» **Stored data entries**
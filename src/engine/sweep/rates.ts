import type { OptimizerSpec } from '../optim/spec';
import type { StopRules } from '../run/settings';
import type { Surface } from '../surface';
import { Sweep } from './engine';

/**
 * `count` learning rates from lo to hi, equally spaced in log: lo (hi/lo)^(k/(count-1)), with lo and
 * hi exact at the ends (one rate: lo).
 */
export function logSpaced(lo: number, hi: number, count: number): Float64Array {
  if (!(lo > 0 && hi > 0 && Number.isFinite(lo) && Number.isFinite(hi))) throw new Error(`logSpaced: lo and hi must be finite and > 0, got ${lo}, ${hi}`);
  if (!Number.isInteger(count) || count < 1) throw new Error(`logSpaced: count must be a whole number >= 1, got ${count}`);
  const out = new Float64Array(count);
  const ratio = Math.log(hi / lo);
  for (let k = 0; k < count; k++) out[k] = k === 0 ? lo : k === count - 1 ? hi : lo * Math.exp((ratio * k) / (count - 1));
  return out;
}

/** One configuration from one start, for a learning-rate sweep. */
export interface RateSweepConfig {
  surface: Surface;
  optimizer: OptimizerSpec;
  start: ArrayLike<number>;
  /** Steps per trial run (default 2000): the test compares the loss at half of them and at the end. */
  steps?: number;
  seed?: number;
}

export interface RateTrial {
  learningRates: Float64Array;
  /** 1 where the run was unstable (see `unstableRates`). */
  unstable: Uint8Array;
}

/**
 * Runs one sweep over the learning rates from the same start and says which were unstable. A run is
 * unstable when it diverged (non-finite or blow-up, as the run loop judges it), or when it is still
 * going at the last step and its loss there is above its loss at half the steps: the run is moving
 * away again after any transient. That second test sees the edge of stability sharply. For gradient
 * descent on a quadratic, the error along an eigenvector of eigenvalue lambda is multiplied by
 * |1 - lr lambda| each step, so past lr = 2/lambda_max it grows and below it shrinks, however little;
 * heavy-ball momentum (Polyak 1964) multiplies it by the roots of z^2 - (1 + mu - lr lambda) z + mu,
 * inside the unit circle exactly when 0 < lr lambda < 2(1 + mu). (Exactly at the edge the mode
 * neither grows nor shrinks and the run counts as stable.) The trial runs have only the step limit
 * as stop rule; whatever the end judgement then calls the end point (step limit, oscillating,
 * escaping, converged), only the two tests above decide.
 */
export function unstableRates(config: RateSweepConfig, learningRates: Float64Array): RateTrial {
  const steps = config.steps ?? 2000;
  const n = config.surface.dimension;
  const count = learningRates.length;
  const starts = new Float64Array(count * n);
  for (let r = 0; r < count; r++) for (let i = 0; i < n; i++) starts[r * n + i] = config.start[i];
  const stop: StopRules = { maxSteps: steps };
  const sweep = new Sweep({ surface: config.surface, optimizer: config.optimizer, stop, starts, learningRates, seed: config.seed });
  const half = Math.floor(steps / 2);
  sweep.advance(half);
  const mid = sweep.result().losses;
  sweep.advance(steps);
  const end = sweep.result();
  const unstable = new Uint8Array(count);
  for (let r = 0; r < count; r++) {
    const o = end.outcomes[r];
    if (o?.kind === 'diverged') unstable[r] = 1;
    else if (end.steps[r] === steps && end.losses[r] > mid[r]) unstable[r] = 1;
  }
  return { learningRates, unstable };
}

export interface DivergenceThreshold {
  /** The bracket's ends: lo observed stable, hi observed unstable, hi / lo - 1 <= relativeTolerance. */
  lo: number;
  hi: number;
  /** Their geometric mean. */
  threshold: number;
  /** Sweeps run (one per refinement). */
  sweeps: number;
}

/**
 * Narrows the observed divergence threshold of a learning-rate sweep: from a bracket [lo, hi] with lo
 * stable and hi unstable (unstableRates), each refinement runs one sweep of `perSweep` rates spaced
 * in log strictly inside the bracket and keeps the sub-bracket around the first unstable one (a
 * multi-point bisection: the bracket shrinks by a factor of perSweep + 1 per sweep), until
 * hi / lo - 1 <= relativeTolerance (default 1e-9). Assumes one threshold in the bracket: where
 * stability switches back and forth the first switch is followed.
 */
export function refineDivergenceThreshold(config: RateSweepConfig, lo: number, hi: number, options: { relativeTolerance?: number; perSweep?: number; maxSweeps?: number } = {}): DivergenceThreshold {
  const tol = options.relativeTolerance ?? 1e-9;
  const perSweep = options.perSweep ?? 8;
  const maxSweeps = options.maxSweeps ?? 100;
  if (!(lo > 0 && hi > lo)) throw new Error(`refineDivergenceThreshold: need 0 < lo < hi, got ${lo}, ${hi}`);
  const ends = unstableRates(config, Float64Array.of(lo, hi));
  if (ends.unstable[0]) throw new Error(`refineDivergenceThreshold: the run at lo = ${lo} is already unstable`);
  if (!ends.unstable[1]) throw new Error(`refineDivergenceThreshold: the run at hi = ${hi} is stable`);
  let sweeps = 1;
  while (hi / lo - 1 > tol && sweeps < maxSweeps) {
    const rates = logSpaced(lo, hi, perSweep + 2).subarray(1, perSweep + 1);
    const trial = unstableRates(config, rates);
    sweeps++;
    let k = 0;
    while (k < perSweep && !trial.unstable[k]) k++;
    const nextLo = k > 0 ? rates[k - 1] : lo;
    const nextHi = k < perSweep ? rates[k] : hi;
    lo = nextLo;
    hi = nextHi;
  }
  return { lo, hi, threshold: Math.sqrt(lo * hi), sweeps };
}
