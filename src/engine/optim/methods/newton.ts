import { choleskyDecompose, choleskySolve, luDecompose, luSolve, symmetricEigen } from '../../linalg';
import { dot } from '../../vector';
import { backtrackingSearch } from '../search';
import type { ResolvedSpec } from '../spec';
import type { Optimizer, StepReport } from '../types';
import { choice, number, type SettingValues } from '../settings';
import { defineMethod } from './method';

/**
 * Newton's method with damping: x_{k+1} = x_k - lr H_k^{-1} g_k (lr = 1: pure Newton, which reaches
 * the minimiser of a quadratic in one step and converges quadratically near a minimiser with a
 * positive-definite Hessian; Nocedal & Wright, Numerical Optimization, 2nd ed., Sec. 3.3).
 * The solve uses Cholesky when H is positive definite, LU with pivoting otherwise; when H is singular
 * the step falls back to -g (common practice).
 *
 * 'saddle-free' variant (Dauphin, Pascanu, Gulcehre, Cho, Ganguli & Bengio, "Identifying and
 * attacking the saddle point problem in high-dimensional non-convex optimization", NeurIPS 2014):
 * H = V diag(lambda) V^T (cyclic Jacobi), step -V diag(1 / max(|lambda_i|, floor)) V^T g: directions of
 * negative curvature are descended instead of climbed, so saddle points repel rather than attract.
 * The paper damps |H| by adding a multiple of I; the floor here is our simpler safeguard against
 * near-zero curvature (default 1e-3, an own choice).
 *
 * 'backtracking' line search: start from a = lr, halve (factor 0.5) until the Armijo condition
 * f(x + a p) <= f(x) + c1 a g^T p holds (N&W Alg. 3.1, c1 = 1e-4). When p is not a descent direction
 * (plain Newton at an indefinite Hessian) the search uses -g instead. With backtracking the step
 * reports lossAtNewPoint and leaves the gradient there (the run loop then makes no evaluation of its
 * own, so extraEvaluations counts the Hessian evaluation and every trial); without it the Hessian is
 * the one extra evaluation per step. Reported learning rate: the step factor a actually taken (0 if no step was accepted).
 * With l2Penalty the objective is f + l2/2 |x|^2 (Hessian + l2 I); the recorded loss stays f.
 */
const NEWTON_SETTINGS = {
  variant: choice(['plain', 'saddle-free'], {
    help: "'plain': H^-1 g; 'saddle-free': |H|^-1 g from the eigen-decomposition, with a floor on |eigenvalue| (Dauphin et al. 2014).",
  }),
  eigenvalueFloor: number(1e-3, { label: 'eigenvalue floor', min: 0, minExclusive: true, help: 'Smallest |eigenvalue| used by the saddle-free variant.' }),
  lineSearch: choice(['none', 'backtracking'], {
    label: 'line search',
    help: "'none': fixed damping factor lr; 'backtracking': shrink the step from lr until the Armijo condition holds.",
  }),
  c1: number(1e-4, { label: 'c1 (sufficient decrease)', min: 0, max: 1, minExclusive: true, maxExclusive: true, help: 'Armijo constant.' }),
  backtrackingFactor: number(0.5, { label: 'backtracking factor', min: 0, max: 1, minExclusive: true, maxExclusive: true, help: 'Step shrink factor per rejected trial.' }),
  maxBacktracks: number(30, { label: 'trials per step', min: 1, max: 1000, integer: true, help: 'Most trial points per line search.' }),
};

export const newton = defineMethod({
    kind: 'newton',
    label: "Newton's method",
    defaultLearningRate: 1,
    family: 'curvature',
    settings: NEWTON_SETTINGS,
    defaultWeightDecay: 0,
    summary: 'Steps to the minimum of the local quadratic model from the exact Hessian.',
    source: 'J. Nocedal & S. J. Wright, Numerical Optimization, 2nd ed., Springer 2006, Ch. 3; saddle-free variant: Dauphin et al., NeurIPS 2014.',
  build: (settings, spec) => buildNewton(settings, spec),
});

function buildNewton(settings: SettingValues<typeof NEWTON_SETTINGS>, spec: ResolvedSpec): Optimizer<null> {
  const saddleFree = settings.variant === 'saddle-free';
  const search = settings.lineSearch === 'backtracking';
  const { eigenvalueFloor: floor, c1, backtrackingFactor: shrink, maxBacktracks: maxTrials } = settings;
  const lr = spec.learningRate;
  const l2 = spec.l2Penalty;
  let n = -1;
  let H = new Float64Array(0);
  let factor = new Float64Array(0);
  let vectors = new Float64Array(0);
  let values = new Float64Array(0);
  let g = new Float64Array(0);
  let gH = new Float64Array(0);
  let p = new Float64Array(0);
  let trial = new Float64Array(0);
  let trialGrad = new Float64Array(0);
  const ensure = (dim: number) => {
    if (dim === n) return;
    n = dim;
    [H, factor, vectors] = Array.from({ length: 3 }, () => new Float64Array(dim * dim));
    [values, g, gH, p, trial, trialGrad] = Array.from({ length: 6 }, () => new Float64Array(dim));
  };

  /** p = -(H^-1 or |H|^-1) g. */
  const direction = () => {
    if (saddleFree) {
      symmetricEigen(H, n, { values, vectors, work: factor });
      p.fill(0);
      for (let k = 0; k < n; k++) {
        let c = 0;
        for (let i = 0; i < n; i++) c += vectors[i * n + k] * g[i];
        c /= Math.max(Math.abs(values[k]), floor);
        for (let i = 0; i < n; i++) p[i] -= c * vectors[i * n + k];
      }
      return;
    }
    if (choleskyDecompose(H, n, factor)) choleskySolve(factor, n, g, p);
    else {
      const lu = luDecompose(H, n);
      if (lu) luSolve(lu, g, p);
      else p.set(g);
    }
    for (let i = 0; i < n; i++) p[i] = -p[i];
  };

  const label = `${saddleFree ? 'Saddle-free Newton' : "Newton's method"}${search ? ' (backtracking)' : ''}`;
  return {
    label,
    init: () => null,
    step(x, grad, _state, ctx): StepReport {
      ensure(x.length);
      ctx.oracle.valueGradientHessian(x, gH, H);
      for (let i = 0; i < n; i++) {
        g[i] = grad[i] + l2 * x[i];
        H[i * n + i] += l2;
      }
      direction();
      if (!p.every(Number.isFinite)) for (let i = 0; i < n; i++) p[i] = -g[i];
      if (!search) {
        for (let i = 0; i < n; i++) x[i] += lr * p[i];
        return { learningRate: lr, extraEvaluations: 1 };
      }
      let slope = dot(g, p);
      if (!(slope < 0)) {
        for (let i = 0; i < n; i++) p[i] = -g[i];
        slope = -dot(g, g);
      }
      let rawLoss = ctx.loss;
      const phi = (a: number) => {
        for (let i = 0; i < n; i++) trial[i] = x[i] + a * p[i];
        rawLoss = ctx.oracle.valueGradient(trial, trialGrad);
        return rawLoss + 0.5 * l2 * dot(trial, trial);
      };
      const phi0 = ctx.loss + 0.5 * l2 * dot(x, x);
      const result = slope < 0 ? backtrackingSearch(phi, phi0, slope, lr, c1, shrink, maxTrials) : { step: 0, value: phi0, evaluations: 0 };
      if (result.step === 0) return { learningRate: 0, extraEvaluations: 1 + result.evaluations, lossAtNewPoint: ctx.loss, noDescent: true };
      x.set(trial);
      grad.set(trialGrad);
      return { learningRate: result.step, extraEvaluations: 1 + result.evaluations, lossAtNewPoint: rawLoss };
    },
  };
}
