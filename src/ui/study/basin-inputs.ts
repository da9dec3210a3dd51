// The page's basin inputs live beside the study CSV (src/io/study-basins.ts), shared with the command line.
export { basinRadiusOf, knownMinima } from '../../io/study-basins';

» **Exercise prompt**
In the entries above, identify each line that includes the string "losses", then copy it.

» **Answer**
  const mid = sweep.result().losses;
    else if (end.steps[r] === steps && end.losses[r] > mid[r]) unstable[r] = 1;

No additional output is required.